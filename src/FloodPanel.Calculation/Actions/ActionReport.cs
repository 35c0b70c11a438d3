using FloodPanel.Calculation.Cases;

namespace FloodPanel.Calculation.Actions;

/// <summary>Each action of a case by itself: pieces, resultant and how its pressures came about.</summary>
internal static class ActionReport
{
    public static ActionResult[] Of(OpeningModel model, CaseKind kind)
    {
        var results = new List<ActionResult>(2);
        var hydrostatic = new PressureDiagram();
        CaseDiagram.Hydrostatics(hydrostatic, model, kind);
        results.Add(Result(ActionKind.Hydrostatic, hydrostatic, model, kind, HydrostaticWorking(model, kind)));
        if (kind == CaseKind.DesignFlood && model.Flow is not null)
        {
            var flow = new PressureDiagram();
            CaseDiagram.FlowPressure(flow, model);
            results.Add(Result(ActionKind.Flow, flow, model, kind, FlowWorking(model)));
        }

        return [.. results];
    }

    private static ActionResult Result(
        ActionKind action, PressureDiagram diagram, OpeningModel model, CaseKind kind, Working working) => new(
            action,
            diagram.Pieces.ToArray(),
            diagram.Force / model.CosRake,
            diagram.CentreOfPressure,
            CaseDiagram.FloodSideFactor(model.Factors, kind),
            working);

    private static Working HydrostaticWorking(OpeningModel model, CaseKind kind)
    {
        var steps = new StepList(8);
        UnitWeight(steps, model);
        if (kind == CaseKind.BrimFull)
        {
            steps.Given("H", model.Height, Dimension.Length);
            steps.Add("p_sill", "γ·H", model.UnitWeight * model.Height, Dimension.Pressure);
            return new("Pressure of still water at the top of the barrier", Hydrostatic.Source, steps.Done());
        }

        var (depth, behind) = (model.RetainedDepth, model.ProtectedDepth);
        steps.Given("h", depth, Dimension.Length);
        steps.Given("h′", behind, Dimension.Length);
        steps.Add("p_flood", "γ·max(0, h)", model.UnitWeight * Math.Max(0, depth), Dimension.Pressure);
        steps.Add("p_protected", "γ·h′", model.UnitWeight * behind, Dimension.Pressure);
        steps.Add(
            "p_sill", "p_flood − p_protected", model.UnitWeight * (Math.Max(0, depth) - behind), Dimension.Pressure);
        return new("Pressure of still water at the sill", Hydrostatic.Source, steps.Done());
    }

    private static Working FlowWorking(OpeningModel model)
    {
        var flow = model.Flow!;
        var wetted = Math.Max(0, Math.Min(model.RetainedDepth, model.Height));
        var surchargeDepth = Flow.SurchargeDepth(flow.Velocity, flow.ShapeCoefficient);
        var steps = new StepList(12);
        UnitWeight(steps, model);
        steps.Given("V", flow.Velocity, Dimension.Velocity);
        steps.Given("a", flow.ShapeCoefficient, Dimension.Ratio);
        steps.Add("d_h", "a·V²/(2·g)", surchargeDepth, Dimension.Length);
        steps.Add("p_s", "γ·d_h", model.UnitWeight * surchargeDepth, Dimension.Pressure);
        if (flow.Velocity <= Flow.SurchargeVelocityLimit || wetted == 0)
        {
            return new("Uniform pressure of flow, surcharge method", Flow.SurchargeSource, steps.Done());
        }

        var coefficient = Flow.DragCoefficient(model.ClearWidth / wetted);
        var drag = coefficient * model.UnitWeight / Physics.Gravity * flow.Velocity * flow.Velocity / 2;
        steps.Given("B", model.ClearWidth, Dimension.Length);
        steps.Given("h_w", wetted, Dimension.Length);
        steps.Add("r", "B/h_w", model.ClearWidth / wetted, Dimension.Ratio);
        steps.Given("C_d", coefficient, Dimension.Ratio);
        steps.Add("p_d", "C_d·ρ·V²/2", drag, Dimension.Pressure);
        var pressure = Flow.Pressure(
            flow.Velocity, flow.ShapeCoefficient, model.UnitWeight, model.ClearWidth, wetted);
        steps.Add("p", "max(p_d, p_s)", pressure, Dimension.Pressure);
        return new("Uniform pressure of flow, drag method", Flow.DragSource, steps.Done());
    }

    private static void UnitWeight(StepList steps, OpeningModel model)
    {
        steps.Given("ρ", model.UnitWeight / Physics.Gravity, Dimension.Density);
        steps.Given("g", Physics.Gravity, Dimension.Acceleration);
        steps.Add("γ", "ρ·g", model.UnitWeight, Dimension.UnitWeight);
    }
}
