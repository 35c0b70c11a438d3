using Microsoft.Data.Sqlite;
using Microsoft.EntityFrameworkCore;

namespace FloodPanel.Storage;

/// <summary>Makes the database ready at the start of the program.</summary>
public static class StoreSetup
{
    /// <summary>Name of the database in the data folder.</summary>
    public const string FileName = "floodpanel.db";

    private const string LockName = "floodpanel.lock";

    /// <summary>Creates the folder and the database, or brings an older database up to date.</summary>
    /// <param name="folder">The data folder, see <see cref="DataFolder.Resolve"/>.</param>
    /// <exception cref="StoreException">The folder or the database cannot be used, with the reason in a sentence.</exception>
    public static void Open(string folder)
    {
        try
        {
            Directory.CreateDirectory(folder);
            using var alone = HoldLock(folder);
            using var db = new FloodPanelDb(Options(folder));
            RefuseNewer(db, folder);
            Migrate(db);
            CheckList(db);
        }
        catch (InvalidDataException e)
        {
            throw Unreadable(folder, e.Message, e);
        }
        catch (Exception e) when (e is IOException or UnauthorizedAccessException)
        {
            throw new StoreException($"The data folder {folder} cannot be used: {e.Message}", e);
        }
        catch (SqliteException e)
        {
            throw Unreadable(folder, e.Message.TrimEnd('.'), e);
        }
    }

    internal static DbContextOptions<FloodPanelDb> Options(string folder)
    {
        var builder = new DbContextOptionsBuilder<FloodPanelDb>();
        Configure(builder, folder);
        return builder.Options;
    }

    internal static void Configure(DbContextOptionsBuilder builder, string folder)
    {
        var connection = new SqliteConnectionStringBuilder
        {
            DataSource = Path.Combine(folder, FileName),
            ForeignKeys = true,

            // Seconds that a command waits for another writer before it fails.
            DefaultTimeout = 10,
        };
        builder.UseSqlite(connection.ConnectionString).AddInterceptors(ConnectionSettings.Instance);
    }

    /// <summary>
    /// Two programs that start at once on the same folder must not both migrate. The operating system drops this
    /// lock when its holder dies; the lock that Entity Framework keeps in a table would then bar every later start,
    /// so whoever holds this one may clear it.
    /// </summary>
    private static FileStream HoldLock(string folder)
    {
        var path = Path.Combine(folder, LockName);
        for (var waited = 0; ; waited++)
        {
            try
            {
                return new FileStream(path, FileMode.OpenOrCreate, FileAccess.ReadWrite, FileShare.None);
            }
            catch (IOException) when (waited < 100 && File.Exists(path))
            {
                Thread.Sleep(100);
            }
        }
    }

    private static void RefuseNewer(FloodPanelDb db, string folder)
    {
        var unknown = db.Database.GetAppliedMigrations().Except(db.Database.GetMigrations()).ToList();
        if (unknown.Count > 0)
        {
            throw new StoreException(
                $"The database {Path.Combine(folder, FileName)} was written by a newer FloodPanel ({unknown[^1]}); "
                + $"start that one, or name another folder with the setting {DataFolder.Setting}.");
        }
    }

    private static void Migrate(FloodPanelDb db)
    {
        if (!db.Database.GetPendingMigrations().Any())
        {
            return;
        }

        // WAL is a property of the file: once set, it stays.
        db.Database.ExecuteSqlRaw("PRAGMA journal_mode = WAL");
        db.Database.ExecuteSqlRaw("DROP TABLE IF EXISTS \"__EFMigrationsLock\"");
        db.Database.Migrate();
    }

    /// <summary>Checks the list of projects, which every start needs; the revisions may be many and are checked when opened.</summary>
    private static void CheckList(FloodPanelDb db)
    {
        var found = db.Database.SqlQueryRaw<string>("PRAGMA quick_check('Projects')").AsEnumerable().First();
        if (found != "ok")
        {
            throw new InvalidDataException(found.ReplaceLineEndings(", "));
        }
    }

    private static StoreException Unreadable(string folder, string reason, Exception cause) => new(
        $"The database {Path.Combine(folder, FileName)} cannot be read ({reason}); "
        + "restore it from a backup, or move it away to start with an empty one.", cause);
}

^^^^^^^^^^^^^^^^

Task item - Among the records above, find each line holding the string "ExecuteSqlRaw" and pull it out.

Problem solution -
        db.Database.ExecuteSqlRaw("PRAGMA journal_mode = WAL");
        db.Database.ExecuteSqlRaw("DROP TABLE IF EXISTS \"__EFMigrationsLock\"");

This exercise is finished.